Calculator input
The form uses a responsive grid: three columns on large screens, two on medium screens, and one on small screens.
Example data table
| Scenario | Age | Weight | Form | Strength | Illustrative dose | Illustrative note |
|---|---|---|---|---|---|---|
| Infant | 1 year 2 months | 10.50 kg | Liquid | 24 mg/mL | 157.5 mg or 6.6 mL | 15 mg/kg example with careful label checking. |
| Child | 6 years 0 months | 20.00 kg | Liquid | 24 mg/mL | 300 mg or 12.5 mL | Weight-based example using 15 mg/kg. |
| Teen | 12 years 0 months | 42.00 kg | Tablet | 500 mg | 500 mg or 1 tablet | Rounded practical tablet example. |
| Adult | 30 years 0 months | 72.00 kg | Tablet | 500 mg | 1000 mg or 2 tablets | Adult labelled example with 6-hour spacing. |
Formula used
Weight-based formula
Single dose (mg) = body weight (kg) × selected mg/kg
Dose range (mg) = weight × 10 to weight × 15
Displayed daily cap (mg) = the smaller of weight × 60 and the absolute daily ceiling used on the page.
Form conversion formula
Liquid volume (mL) = dose (mg) ÷ concentration (mg/mL)
Tablet count = dose (mg) ÷ tablet strength (mg)
Remaining allowance = daily cap − amount already taken today
How to use this calculator
- Enter age, body weight, and the product form you plan to use.
- Type the liquid concentration or tablet strength from the label.
- Choose auto, adult fixed, or weight-based dosing mode.
- Enter any paracetamol already taken today and the number of doses already given.
- Add the last dose time to estimate the next eligible time.
- Tick risk flags for liver issues, dehydration, fasting, alcohol use, pregnancy, or other combination medicines.
- Press Calculate dose to show the result above the form.
- Review warnings first, then use the CSV or PDF buttons if you need a record.
Frequently asked questions
1. Does this calculator replace a doctor or pharmacist?
No. It is an educational aid for checking arithmetic, intervals, and product strength. Children, frail adults, pregnancy, liver disease, and persistent fever still need professional judgment.
2. Why does the result change with weight?
Many pediatric calculations are weight-based. A larger or smaller body weight changes the milligram target, daily cap, and the matching liquid volume or tablet count.

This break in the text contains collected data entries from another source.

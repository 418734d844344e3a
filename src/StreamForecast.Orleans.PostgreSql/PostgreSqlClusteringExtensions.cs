using Microsoft.Extensions.DependencyInjection;
using Microsoft.Extensions.Options;
using Npgsql;
using Orleans.Configuration;
using Orleans.Messaging;
using StreamForecast.PostgreSql;

namespace StreamForecast.Orleans.PostgreSql;

/// <summary>Keeps Orleans cluster membership in a PostgreSQL database, so silos and clients need no other service to find each other.</summary>
public static class PostgreSqlClusteringExtensions
{
    /// <summary>The schema of the membership tables unless another is given: <c>streamforecast_cluster</c>.</summary>
    /// <remarks>A schema apart from the checkpoint store's, which must hold only the store's own tables.</remarks>
    public const string DefaultSchemaName = "streamforecast_cluster";

    /// <summary>
    /// Makes the silo keep the cluster's membership (which silos are alive, their addresses and gateway ports, the
    /// votes against suspected silos) in a PostgreSQL database. Give every silo of the cluster, and every client, the
    /// same database, schema and <see cref="ClusterOptions.ClusterId"/>; several clusters can share one schema under
    /// different cluster ids.
    /// </summary>
    /// <param name="silo">The silo builder.</param>
    /// <param name="connectionString">An Npgsql connection string for the database. The silo makes one data source (connection pool) from it for membership, disposed with the silo's services.</param>
    /// <param name="schemaName">The database schema for the membership tables, created with them on first use if missing; default <see cref="DefaultSchemaName"/>. Same rules as <see cref="PostgreSqlCheckpointStoreOptions.SchemaName"/>.</param>
    /// <returns>The silo builder.</returns>
    /// <exception cref="ArgumentNullException"><paramref name="silo"/> or <paramref name="schemaName"/> is null.</exception>
    /// <exception cref="ArgumentException"><paramref name="connectionString"/> is null, empty, white space or not a valid connection string, or <paramref name="schemaName"/> is not an allowed schema name.</exception>
    /// <remarks>
    /// Everything is checked here; nothing connects until the silo starts. Each write of the membership protocol is
    /// one transaction that moves the table's version only if the version the writer read is still current, so of
    /// two silos writing on the same stale version exactly one succeeds (the other rereads and retries, as Orleans
    /// does with every membership table). A heartbeat changes only the silo's own alive time and leaves every version
    /// as it was. The silo's user needs the <c>CREATE</c> privilege on the database the first time, or an
    /// administrator creates the schema beforehand.
    /// </remarks>
    public static ISiloBuilder UsePostgreSqlClustering(this ISiloBuilder silo, string connectionString, string schemaName = DefaultSchemaName)
    {
        ArgumentNullException.ThrowIfNull(silo);
        Validate(connectionString, schemaName);
        silo.Services.AddSingleton(_ => new MembershipDataSource(NpgsqlDataSource.Create(connectionString)));
        silo.Services.AddSingleton(services => new PostgreSqlMembershipTable(
            services.GetRequiredService<MembershipDataSource>().DataSource,
            schemaName,
            services.GetRequiredService<IOptions<ClusterOptions>>().Value.ClusterId));
        silo.Services.AddSingleton<IMembershipTable>(services => services.GetRequiredService<PostgreSqlMembershipTable>());
        return silo;
    }

    /// <summary>
    /// Makes the client find the cluster's gateways in the PostgreSQL membership tables its silos keep
    /// (<see cref="UsePostgreSqlClustering(ISiloBuilder, string, string)"/>): the active silos of its
    /// <see cref="ClusterOptions.ClusterId"/> that listen for clients.
    /// </summary>
    /// <param name="client">The client builder.</param>
    /// <param name="connectionString">An Npgsql connection string for the silos' database. The client makes one data source from it, disposed with the client's services.</param>
    /// <param name="schemaName">The silos' membership schema; default <see cref="DefaultSchemaName"/>.</param>
    /// <returns>The client builder.</returns>
    /// <exception cref="ArgumentNullException"><paramref name="client"/> or <paramref name="schemaName"/> is null.</exception>
    /// <exception cref="ArgumentException"><paramref name="connectionString"/> is null, empty, white space or not a valid connection string, or <paramref name="schemaName"/> is not an allowed schema name.</exception>
    /// <remarks>The list is reread every <see cref="GatewayOptions.GatewayListRefreshPeriod"/>; the client only reads the tables.</remarks>
    public static IClientBuilder UsePostgreSqlClustering(this IClientBuilder client, string connectionString, string schemaName = DefaultSchemaName)
    {
        ArgumentNullException.ThrowIfNull(client);
        Validate(connectionString, schemaName);
        client.Services.AddSingleton(_ => new MembershipDataSource(NpgsqlDataSource.Create(connectionString)));
        client.Services.AddSingleton<IGatewayListProvider>(services => new PostgreSqlGatewayListProvider(
            new PostgreSqlMembershipTable(
                services.GetRequiredService<MembershipDataSource>().DataSource,
                schemaName,
                services.GetRequiredService<IOptions<ClusterOptions>>().Value.ClusterId),
            services.GetRequiredService<IOptions<GatewayOptions>>().Value.GatewayListRefreshPeriod));
        return client;
    }

    private static void Validate(string connectionString, string schemaName)
    {
        ArgumentException.ThrowIfNullOrWhiteSpace(connectionString);
        ArgumentNullException.ThrowIfNull(schemaName);
        _ = new PostgreSqlCheckpointStoreOptions(1, schemaName: schemaName); // the same schema-name rules, checked now
        _ = new NpgsqlConnectionStringBuilder(connectionString);
    }

    // The membership data source, owned by the silo's or client's service container.
    private sealed class MembershipDataSource(NpgsqlDataSource dataSource) : IAsyncDisposable, IDisposable
    {
        public NpgsqlDataSource DataSource { get; } = dataSource;

        public ValueTask DisposeAsync() => DataSource.DisposeAsync();

        public void Dispose() => DataSource.Dispose();
    }
}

3. Why does the page ask about other medicines?
Many cold, flu, and prescription products already contain paracetamol or acetaminophen. Adding those amounts together is essential because overdose risk depends on the total daily intake from every source.
4. Can I use it for infants?
Use extra caution. Young infants need product-specific labelling and clinical review. The calculator warns for infants younger than 3 months and encourages professional confirmation for very young children.
5. Why is there both an exact value and a rounded value?
The exact value shows the raw math. The rounded value helps compare the result with practical measuring devices or tablet splitting, while still reminding you to follow the actual product label.
6. What if the patient weighs under 50 kg?
Low body weight can need lower limits, especially with liver disease, alcohol use, or poor nutrition. The page warns about this and encourages a pharmacist or clinician review.
7. Why does the calculator show a daily cap?
The daily cap helps prevent accidental overdose. It compares the new dose against the amount already taken today and estimates how much allowance may still remain.
8. When should someone get urgent help?
Get urgent advice after any suspected overdose, double dosing, unclear product duplication, worsening illness, trouble breathing, persistent vomiting, yellowing skin, confusion, or a child who seems unusually drowsy.